Latvian-American historian (1940–2024)

Andrejs Plakans (December 31, 1940 – July 4, 2024) was a Latvian-American historian. He was emeritus professor of history at Iowa State University.

== Early life and education ==
Andrejs Plakans was born during the World War II on December 31, 1940, in Riga, Latvian SSR, USSR as the second son of Alfrēds and Klāra (Ozola) Plakans. In July 1944, fleeing the re-occupation of Latvia by the Soviet Union, the Plakans family went into exile, living out the rest of WWII in Reichenberg in the Sudetenland part of Czechoslovakia. After the war, the family moved farther west, spending the next six years in displaced persons’ (DP) camps in the American occupation zone in Germany. In 1951, they emigrated to the United States, settling in Lancaster, Pennsylvania.

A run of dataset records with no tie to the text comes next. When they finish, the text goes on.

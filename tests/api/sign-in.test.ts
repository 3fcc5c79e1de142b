import { eq } from "drizzle-orm";
import { afterAll, beforeAll, describe, expect, it } from "vitest";
import { hashOf } from "../../src/server/auth/secrets";
import { db } from "../../src/server/db/client";
import { listActivity } from "../../src/server/db/queries/activity";
import { pendingSignIns, sessions } from "../../src/server/db/schema/people";
import { env } from "../../src/server/env";
import { giveIdentity } from "../fixtures/identities";
import { newMember, newOrganisation, type SignedInMember } from "../fixtures/organisation";
import { signIn } from "../support/sign-in";
import { startTestApp, type TestApp } from "../support/test-app";
import type { Visitor } from "../support/visitor";

let app: TestApp;
let organisation: { id: string; name: string };
let planner: SignedInMember;

beforeAll(async () => {
  app = await startTestApp();
  organisation = await newOrganisation("Provider Office");
  planner = await newMember(organisation, ["planner"]);
  await giveIdentity(planner, "farnwick.planner");
});
afterAll(() => app.close());

const cookieLine = (response: Response, name: string) =>
  response.headers.getSetCookie().find((line) => line.startsWith(`${name}=`));
const cookieValue = (line: string | undefined) => /=([^;]*)/.exec(line ?? "")?.[1] ?? "";
const locationOf = (response: Response) => new URL(response.headers.get("location") ?? "", app.origin);
const problemOf = (response: Response) => locationOf(response).searchParams.get("problem");

/** Begins a sign-in; the provider is not visited. */
async function start(visitor: Visitor, query = "") {
  const response = await visitor.request(`${app.origin}/api/sign-in/start${query}`);
  return {
    response,
    provider: locationOf(response),
    state: locationOf(response).searchParams.get("state") ?? "",
  };
}
const comeBack = (visitor: Visitor, answer: Record<string, string>) =>
  visitor.request(`${app.origin}/api/sign-in/return?${new URLSearchParams(answer).toString()}`);

/** Goes to the provider as `subject` and stops before the address to come back to is opened. */
async function answerOfProvider(visitor: Visitor, subject: string, query = ""): Promise<URL> {
  const { provider } = await start(visitor, query);
  const people = await visitor.visit(provider);
  let response = await visitor.request(people.url, {
    method: "POST",
    body: new URLSearchParams({ subject }),
  });
  let at = people.url;
  for (;;) {
    at = new URL(response.headers.get("location") ?? "", at);
    if (at.pathname === "/api/sign-in/return") return at;
    response = await visitor.request(at);
  }
}

describe("starting a sign-in", () => {
  it("sends the browser to the provider with a state, a nonce and a code challenge, and no more than who it is", async () => {
    const { response, provider } = await start(app.visitor());
    expect(response.status).toBe(303);
    expect(provider.origin).toBe(new URL(env().oidc.issuer).origin);
    const asked = Object.fromEntries(provider.searchParams);
    expect(asked).toMatchObject({
      response_type: "code",
      client_id: env().oidc.clientId,
      redirect_uri: `${app.origin}/api/sign-in/return`,
      code_challenge_method: "S256",
      scope: "openid",
    });
    for (const name of ["state", "nonce", "code_challenge"])
      expect(Buffer.from(asked[name] ?? "", "base64url")).toHaveLength(32);
  });

  it("is bound to the browser by a cookie that no script reads and of which only the hash is kept", async () => {
    const { response, state } = await start(app.visitor());
    const line = cookieLine(response, "stillneedle-sign-in");
    expect(line).toMatch(/; Max-Age=600; Path=\/; HttpOnly; SameSite=Lax$/);
    const token = cookieValue(line);
    const [row] = await db().select().from(pendingSignIns).where(eq(pendingSignIns.state, state));
    expect(row?.id).toBe(hashOf(token));
    expect(JSON.stringify(row)).not.toContain(token);
    expect((row?.expiresAt.getTime() ?? 0) - Date.now()).toBeLessThanOrEqual(600_000);
  });

  it("makes new secrets each time", async () => {
    const [one, other] = [await start(app.visitor()), await start(app.visitor())];
    for (const name of ["state", "nonce", "code_challenge"])
      expect(one.provider.searchParams.get(name)).not.toBe(other.provider.searchParams.get(name));
  });
});

describe("coming back from the provider", () => {
  it("signs in whom the organisation knows, on the page that was asked for, and writes it into the log", async () => {
    const visitor = app.visitor();
    const address = await answerOfProvider(visitor, "farnwick.planner", "?returnTo=%2Faccount");
    const response = await visitor.request(address);
    expect([response.status, response.headers.get("location")]).toEqual([303, "/account"]);
    const line = cookieLine(response, "stillneedle-session");
    expect(line).toMatch(/; Max-Age=43200; Path=\/; HttpOnly; SameSite=Lax$/);
    expect(cookieLine(response, "stillneedle-sign-in")).toContain("1970");
    const [session] = await db()
      .select()
      .from(sessions)
      .where(eq(sessions.id, hashOf(cookieValue(line))));
    expect(session?.userId).toBe(planner.userId);
    const account = await visitor.request(`${app.origin}/account`);
    expect([account.status, await account.text()]).toEqual([200, expect.stringContaining(planner.name)]);
    const [entry] = await listActivity(db(), organisation.id, 1);
    expect(entry).toMatchObject({ event: "session.started", actorName: planner.name });
  });

  it("leads to the Desk when the page asked for is not one of ours", async () => {
    const visitor = app.visitor();
    const query = `?returnTo=${encodeURIComponent("//elsewhere.example")}`;
    const response = await visitor.request(await answerOfProvider(visitor, "farnwick.planner", query));
    expect(response.headers.get("location")).toBe("/desk");
  });

  it("gives the session a new id when somebody signs in again, and ends the old one", async () => {
    const visitor = app.visitor();
    const before = await visitor.request(await answerOfProvider(visitor, "farnwick.planner"));
    const after = await visitor.request(await answerOfProvider(visitor, "farnwick.planner"));
    const [old, fresh] = [before, after].map((one) => cookieValue(cookieLine(one, "stillneedle-session")));
    expect(old).not.toBe(fresh);
    const rows = await db()
      .select()
      .from(sessions)
      .where(eq(sessions.id, hashOf(old ?? "")));
    expect(rows).toEqual([]);
  });

  it("counts once", async () => {
    const visitor = app.visitor();
    const address = await answerOfProvider(visitor, "farnwick.planner");
    const [one, other] = await Promise.all([visitor.request(address), visitor.request(address)]);
    const problems = [problemOf(one), problemOf(other)].sort();
    expect(problems).toEqual(["expired", null]);
    expect(problemOf(await visitor.request(address))).toBe("expired");
  });

  it("is refused in another browser", async () => {
    const address = await answerOfProvider(app.visitor(), "farnwick.planner");
    const stranger = app.visitor();
    expect(problemOf(await stranger.request(address))).toBe("expired");
    await start(stranger);
    const response = await stranger.request(address);
    expect(problemOf(response)).toBe("expired");
    expect(cookieLine(response, "stillneedle-session")).toBeUndefined();
  });

  it("is refused without its state, and the sign-in under way goes on", async () => {
    const visitor = app.visitor();
    const address = await answerOfProvider(visitor, "farnwick.planner");
    const code = address.searchParams.get("code") ?? "";
    expect(problemOf(await comeBack(visitor, { code }))).toBe("expired");
    expect(problemOf(await comeBack(visitor, { code, state: "a".repeat(43) }))).toBe("expired");
    expect(problemOf(await visitor.request(address))).toBe(null);
  });

  it("is refused after ten minutes", async () => {
    const visitor = app.visitor();
    const address = await answerOfProvider(visitor, "farnwick.planner");
    await db()
      .update(pendingSignIns)
      .set({ expiresAt: new Date(Date.now() - 1) })
      .where(eq(pendingSignIns.state, address.searchParams.get("state") ?? ""));
    expect(problemOf(await visitor.request(address))).toBe("expired");
  });

  it("is refused with a code of the provider's for another sign-in", async () => {
    const other = await answerOfProvider(app.visitor(), "farnwick.planner");
    const visitor = app.visitor();
    const { state } = await start(visitor);
    const response = await comeBack(visitor, { code: other.searchParams.get("code") ?? "", state });
    expect(problemOf(response)).toBe("provider-refused");
  });

  it("is refused with an answer that names another provider", async () => {
    const visitor = app.visitor();
    const address = await answerOfProvider(visitor, "farnwick.planner");
    expect(address.searchParams.get("iss")).toBe(env().oidc.issuer);
    address.searchParams.set("iss", "https://elsewhere.example");
    expect(problemOf(await visitor.request(address))).toBe("provider-refused");
  });

  it.each([
    ["declined", { error: "access_denied" }],
    ["provider-refused", { error: "server_error" }],
    ["provider-refused", { code: "never-issued" }],
    ["provider-refused", {}],
  ])("tells %s for %o", async (problem, answer) => {
    const visitor = app.visitor();
    const { state } = await start(visitor);
    expect(problemOf(await comeBack(visitor, { ...answer, state }))).toBe(problem);
  });

  it("tells somebody whom no organisation knows that an admin has to add them", async () => {
    const { url, response } = await signIn(app.visitor(), app.origin, "no.member");
    expect([url.pathname, url.searchParams.get("problem")]).toEqual(["/sign-in", "unknown-person"]);
    expect(await response.text()).toContain("Ask an admin of your organisation to add you");
  });

  it("never takes an e-mail address for an identity", async () => {
    // The provider vouches for auditor@farnwick.example; a member has that address and another subject.
    const namesake = await newMember(organisation, ["auditor"]);
    await giveIdentity(namesake, "somebody.else");
    const { url } = await signIn(app.visitor(), app.origin, "farnwick.auditor");
    expect(url.searchParams.get("problem")).toBe("unknown-person");
  });
});

describe("somebody of several organisations", () => {
  let second: { id: string; name: string };
  let elsewhere: SignedInMember;

  beforeAll(async () => {
    second = await newOrganisation("Second Office");
    const first = await newMember(organisation, ["admin"]);
    elsewhere = await newMember(second, ["planner"]);
    await giveIdentity(first, "farnwick.admin");
    await giveIdentity(elsewhere, "farnwick.admin");
  });

  const choose = (visitor: Visitor, organisationId: string) =>
    visitor.request(`${app.origin}/api/sign-in/organisation`, {
      method: "POST",
      body: new URLSearchParams({ organisationId }),
    });

  it("is asked which, and is signed in to that one", async () => {
    const visitor = app.visitor();
    const { url, response } = await signIn(
      visitor,
      app.origin,
      "farnwick.admin",
      "/api/sign-in/start?returnTo=/account",
    );
    expect(url.pathname).toBe("/sign-in/organisation");
    const page = await response.text();
    expect(page).toContain(organisation.name);
    expect(page).toContain(second.name);
    const chosen = await choose(visitor, second.id);
    expect(chosen.headers.get("location")).toBe("/account");
    expect(await (await visitor.request(`${app.origin}/account`)).text()).toContain(elsewhere.name);
    expect(problemOf(await choose(visitor, organisation.id))).toBe("expired");
  });

  it("cannot choose one that they do not belong to", async () => {
    const visitor = app.visitor();
    await signIn(visitor, app.origin, "farnwick.admin");
    const third = await newOrganisation("Third Office");
    expect(problemOf(await choose(visitor, third.id))).toBe("unknown-person");
    expect((await visitor.request(`${app.origin}/account`)).status).toBe(303);
  });

  it("is not asked when the address named the organisation; a name that is not known is passed over", async () => {
    const named = await signIn(
      app.visitor(),
      app.origin,
      "farnwick.admin",
      "/api/sign-in/start?organisation=second-office",
    );
    expect(named.url.pathname).toBe("/desk");
    const unknown = await signIn(
      app.visitor(),
      app.origin,
      "farnwick.admin",
      "/api/sign-in/start?organisation=nobody",
    );
    expect(unknown.url.pathname).toBe("/sign-in/organisation");
  });

  it("is told when nobody has to choose", async () => {
    const visitor = app.visitor();
    await start(visitor);
    expect(problemOf(await choose(visitor, organisation.id))).toBe("expired");
  });
});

Andrejs Plakans graduated from J.P. McCaskey High School (1959), received a B.A. in history and political science from Franklin & Marshall College (1963), and a M.A. and Ph.D. in history from Harvard University (1969).

== Career ==
Starting his academic career as a history instructor at Boston College (1967), Andrejs Plakans became an associate professor of history at Iowa State University, later professor, department chair twice, and retired as a professor emeritus (1975–2006). During leaves of absence from ISU, he did research at University of Massachusetts Amherst, University of California-Riverside, University of Pittsburgh, Smithsonian Woodrow Wilson Center, Washington, D.C., and University of Latvia, Riga.

From 1988 till 1990 Andrejs Plakans served as president of the Association for the Advancement of Baltic Studies.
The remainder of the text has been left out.